To better understand why this exception handling scheme has any run-time cost for the non-exceptional path, I decided to investigate the implementation details.

The normal build for PNaCL generates a LLVM bitcode file and a .pexe file. Following the instructions here I was able to generate a human-readable text file of the LLVM bitcode using this command:

%NACL_SDK_ROOT%\toolchain\win_pnacl\bin\pnacl-dis osoasso_unstripped.bc

As an example, I took a look at the generated code for the jacobi_eigen_solver command, which requires that its input matrix be symmetric. The section of the code which makes this check looks like this:

transpose transpose_command;
auto input_transpose = transpose_command.call(input, 1);
if (*input != *input_transpose)
    throw std::invalid_argument("The input matrix is not a symmetric matrix. This command requires a symmetric matrix.");

Unfortunately, the generated LLVM bitcode for even this simple example is rather large, so I’ll attempt to summarize it.
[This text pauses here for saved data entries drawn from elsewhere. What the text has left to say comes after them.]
def ratio_figure(table, x: str = "normalised_span", *, title: str | None = None,
                 x_title: str | None = None, by_pylons: bool = False):
    """Each form's volume over the reference optimum's, against ``x``.

    Parameters
    ----------
    table : pandas.DataFrame
        A sweep table (span, height or pylon).
    x : str
        Column for the horizontal axis (``normalised_span``, ``span_to_rise``,
        ``span_m`` ...).
    title : str, optional
        Heading (default: "Volume over the reference optimum").
    x_title : str, optional
        Title of the horizontal axis (default: the column's name).
    by_pylons : bool
        One line per (form, pylon count) (pylon sweep table).

    Returns
    -------
    plotly.graph_objects.Figure
        A dotted line marks the reference, ratio 1.
    """
    import plotly.graph_objects as go

    forms = [n for n in _names(table) if n != REFERENCE]
    fig = _base(title or "Volume over the reference optimum")
    fig.add_hline(y=1.0, line={"color": option_style(0)["color"], "dash": "dot"})
    if by_pylons and "pylons" in table:
        for i, ((name, n), rows) in enumerate(table[table["option"] != REFERENCE]
                                              .groupby(["option", "pylons"], sort=False)):
            rows = rows.sort_values(x)
            if not (rows["status"] == "optimal").any():
                continue
            style = option_style(1 + i)
            fig.add_trace(go.Scatter(x=list(rows[x]), y=list(rows["ratio_to_reference"]
                                                             .where(rows["status"] == "optimal")),
                                     mode="lines+markers",
                                     name=series_name(f"{name}, {n} pylon(s)",
                                                      _crossing_of(rows, name)),
                                     line=style))
    else:
        _lines(fig, table[table["option"] != REFERENCE], x, "ratio_to_reference", forms,
               "{option}<br>ratio {ratio_to_reference:.4g}<br>{status}", offset=1)
        _mark_impossible(fig, table, x, [REFERENCE] + forms)
    if not any(table.loc[table["option"] != REFERENCE, "status"] == "optimal"):
        if len(table):
            fig.update_xaxes(range=[float(table[x].min()), float(table[x].max())])
        fig.add_annotation(text="no form solved here: only the reference optimum is available",
                           showarrow=False, xref="paper", yref="paper", x=0.5, y=0.5)
    _unavailable_note(fig, table)
    fig.update_xaxes(title_text=x_title or x)
    fig.update_yaxes(title_text="volume / reference volume [-]", rangemode="tozero")
    return fig


def height_figure(table, *, title: str | None = None, normalised: bool = False):
    """Volume against span / allowed rise, with common-practice bands shaded.

    Parameters
    ----------
    table : pandas.DataFrame
        :func:`bridgeopt.study.trends.height_sweep` output.
    title : str, optional
        Heading (default: "Volume as the allowed rise above the deck is cut").
    normalised : bool
        Plot normalised volume instead of m3.

    Returns
    -------
    plotly.graph_objects.Figure
        Horizontal axis span / allowed rise [-]; common-practice bands shaded.
    """
    names = _names(table)
    y = "normalised_volume" if normalised else "volume_m3"
    fig = _base(title or "Volume as the allowed rise above the deck is cut", height=460)
    for k, (label, lo, hi, colour) in enumerate(COMMON_PRACTICE_BANDS):
        fig.add_vrect(x0=lo, x1=hi, fillcolor=PALETTE[colour], line_width=0, layer="below")
        fig.add_annotation(x=0.5 * (lo + hi), y=1.0 - 0.08 * k, xref="x", yref="paper",
                           text=label.replace(": ", ":<br>", 1), showarrow=False,
                           font={"size": 10})
    _lines(fig, table, "span_to_rise", y, names,
           "{option}<br>rise {rise_m:,.0f} m (span/{span_to_rise:.3g})<br>"
           "volume {volume_m3:,.4g} m3<br>{status}")
    _own_support_references(fig, table, names, "span_to_rise", y)
    _mark_impossible(fig, table, "span_to_rise", names)
    fig.update_xaxes(title_text="span / allowed rise above deck [-] (lower structure to the "
                                "right)")
    fig.update_yaxes(title_text="volume / (deck load span^2 / strength) [-]" if normalised
                     else "volume [m3]")
    _unavailable_note(fig, table)
    return fig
Without exceptions enabled, these lines represent the if check in C++:

%22 = icmp ult i64 %sub7.i.off.i.i, 9, !dbg !270096
%inc.i.i = add i32 %j.037.i.i, 1, !dbg !270070
br i1 %22, label %for.cond7.i.i, label %if.then, !dbg !270068

Here the icmp instruction is performing the comparison and the br instruction actually branches to the exceptional path if the value in %22 is false. The exceptional path is in the if.then label, where eventually the code will call abort because exception handling is disabled. Note however that the non-exceptional path requires no additional instructions. All of the exception handling code in this case is on the exceptional path.
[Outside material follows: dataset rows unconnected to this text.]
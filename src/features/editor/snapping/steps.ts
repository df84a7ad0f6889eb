/** Grid and nudge steps for the two display units, in mm (25.4 mm per inch exactly). */
import { MM_PER_INCH, type LengthUnit } from '@/domain/units';

export { gridStepsFor } from '@/components/viewer/gridSteps';

/** The smallest move a drag or the draw tool makes: 1 mm, or 1/16 in. */
export function unitIncrement(units: LengthUnit): number {
  return units === 'in' ? MM_PER_INCH / 16 : 1;
}

/** Rounds a length in mm to a whole number of `step` mm. */
export function roundToStep(mm: number, step: number): number {
  if (!(step > 0)) return mm;
  return Math.round(mm / step) * step + 0;
}
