/**
 * Profile variants: a square one per system plus the double-width ones (1 x 2 in, 1.5 x 3 in,
 * 40 x 80 mm). Section properties are computed from our own drawn polygon; a supplier's published
 * figures can replace them through `overrides`.
 */
import { polygonSectionProperties, type SectionProperties } from '../structure/sectionProperties';
import { drawCrossSection } from './crossSection';
import { squareVariantId, systemPartCode } from './systems';
import type { ProfileSystem, ProfileVariant, SectionOverrides, SystemId } from './types';

interface VariantSpec {
  id: string;
  systemId: SystemId;
  name: string;
  cells: 1 | 2;
  sizeCode: string;
}

const variantSpecs: VariantSpec[] = [
  { id: squareVariantId('inch-1.0'), systemId: 'inch-1.0', name: '1 in square', cells: 1, sizeCode: '1X1' },
  { id: 'in-1x2', systemId: 'inch-1.0', name: '1 x 2 in', cells: 2, sizeCode: '1X2' },
  { id: squareVariantId('inch-1.5'), systemId: 'inch-1.5', name: '1.5 in square', cells: 1, sizeCode: '15X15' },
  { id: 'in-1.5x3', systemId: 'inch-1.5', name: '1.5 x 3 in', cells: 2, sizeCode: '15X30' },
  { id: squareVariantId('metric-20'), systemId: 'metric-20', name: '20 x 20 mm', cells: 1, sizeCode: '20X20' },
  { id: squareVariantId('metric-30'), systemId: 'metric-30', name: '30 x 30 mm', cells: 1, sizeCode: '30X30' },
  { id: squareVariantId('metric-40'), systemId: 'metric-40', name: '40 x 40 mm', cells: 1, sizeCode: '40X40' },
  { id: 'm40-40x80', systemId: 'metric-40', name: '40 x 80 mm', cells: 2, sizeCode: '40X80' },
  { id: squareVariantId('metric-45'), systemId: 'metric-45', name: '45 x 45 mm', cells: 1, sizeCode: '45X45' },
];

/** Replaces computed section figures with published ones; mass follows the area unless given. */
export function applySectionOverrides(
  variant: ProfileVariant,
  overrides: SectionOverrides | undefined,
  densityKgPerM3: number,
): ProfileVariant {
  const computed = variant.computedSectionProperties;
  if (!overrides) {
    return {
      ...variant,
      overrides: undefined,
      sectionProperties: computed,
      massPerMetre: massPerMetre(computed.area, densityKgPerM3),
      propertiesSource: 'computed',
    };
  }
  const props: SectionProperties = { ...computed };
  if (overrides.area !== undefined) props.area = overrides.area;
  if (overrides.ix !== undefined) props.ix = overrides.ix;
  if (overrides.iy !== undefined) props.iy = overrides.iy;
  props.sx = overrides.sx ?? (overrides.ix !== undefined ? overrides.ix / (variant.height / 2) : computed.sx);
  props.sy = overrides.sy ?? (overrides.iy !== undefined ? overrides.iy / (variant.width / 2) : computed.sy);
  props.rx = Math.sqrt(props.ix / props.area);
  props.ry = Math.sqrt(props.iy / props.area);
  return {
    ...variant,
    overrides,
    sectionProperties: props,
    massPerMetre: overrides.massPerMetre ?? massPerMetre(props.area, densityKgPerM3),
    propertiesSource: overrides.source,
  };
}

/** kg/m from an area in mm² and a density in kg/m³. */
export function massPerMetre(areaMm2: number, densityKgPerM3: number): number {
  return areaMm2 * 1e-6 * densityKgPerM3;
}

export function buildVariants(systems: ProfileSystem[], densityFor: (alloyId: string) => number): ProfileVariant[] {
  return variantSpecs.map((spec) => {
    const system = systems.find((s) => s.id === spec.systemId);
    if (!system) throw new Error(`Variant ${spec.id} names an unknown system ${spec.systemId}`);
    const crossSection = drawCrossSection(
      {
        cellSize: system.outerSize,
        slotOpening: system.slotOpening,
        lipThickness: system.slotLipThickness,
        chamberWidth: system.slotChamberWidth,
        slotDepth: system.slotDepth,
        centreBoreDiameter: system.centreBoreDiameter,
      },
      spec.cells,
    );
    const computed = polygonSectionProperties(crossSection.outline, crossSection.holes);
    const base: ProfileVariant = {
      id: spec.id,
      partCode: `SW-${systemPartCode(spec.systemId)}-EXT-${spec.sizeCode}`,
      systemId: spec.systemId,
      // Inch systems are named by nominal size already: "1.5 x 3 in profile", not "1.5 in square profile 1.5 x 3 in".
      name: system.unitFamily === 'inch' ? `${spec.name} profile` : `${system.name} profile ${spec.name}`,
      width: system.outerSize,
      height: system.outerSize * spec.cells,
      cells: spec.cells,
      crossSection,
      computedSectionProperties: computed,
      sectionProperties: computed,
      massPerMetre: 0,
      propertiesSource: 'computed',
    };
    return applySectionOverrides(base, undefined, densityFor(system.alloyId));
  });
}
If, instead, SJLJ exceptions are enabled, then the following code is generated for the if statement in C++:

%exception = call i32 @__cxa_allocate_exception(i32 8), !dbg !272907
%gep13.asptr61 = inttoptr i32 %gep13 to i32*
%old_eh_stack1 = load i32* %gep13.asptr61, align 1
%gep10.asptr62 = inttoptr i32 %gep10 to i32*
store i32 %old_eh_stack1, i32* %gep10.asptr62, align 1
%gep.asptr63 = inttoptr i32 %gep to i32*
store i32 1, i32* %gep.asptr63, align 1
%gep13.asptr64 = inttoptr i32 %gep13 to i32*
store i32 %invoke_frame.asint, i32* %gep13.asptr64, align 1
;
; I have shortened the method name below
;
%invoke_is_exc2 = call i32 @_setjmp_caller519(i32 %exception, i32 %invoke_frame.asint)
%gep13.asptr65 = inttoptr i32 %gep13 to i32*
store i32 %old_eh_stack1, i32* %gep13.asptr65, align 1
%invoke_sj_is_zero3 = icmp eq i32 %invoke_is_exc2, 0
br i1 %invoke_sj_is_zero3, label %invoke.cont7, label %lpad6

This code starts with a call to allocate the exception, then ends up calling the setjmp_caller method, which actually makes the decision about whether or not the exception should be thrown. Here is the content of that method:

%jmp_buf.asptr = inttoptr i32 %jmp_buf to i8*
%invoke_sj = call i32 @llvm.nacl.setjmp(i8* %jmp_buf.asptr)
%invoke_sj_is_zero = icmp eq i32 %invoke_sj, 0
br i1 %invoke_sj_is_zero, label %normal, label %exception

normal:                                           ; preds = %0
%expanded1 = ptrtoint [86 x i8]* @.str414 to i32
call void @_ZNSt11logic_errorC2EPKc(i32 %arg, i32 %expanded1)
ret i32 0

exception:                                        ; preds = %0
ret i32 1

The only conditional here is used to determine the return value of the setmp_caller method, so all of this code will be executed even when on the non-exceptional path. Note that str414 is the actual exception string that will be the passed to the exception constructor.

So it is clear that SJLJ exception handling requires at least two additional function calls, plus some additional code on the non-exceptional path. Hence, it is not considered no-cost exception handling.

Why was SJLJ exception handling chosen?

According to the design document for this feature, SJLJ exception handling was chosen as a stop-gap solution to implement exception handling for PNaCL since it required no changes to the ABI. Zero-cost exception handling for PNaCL is coming in a future release, but it is not ready yet.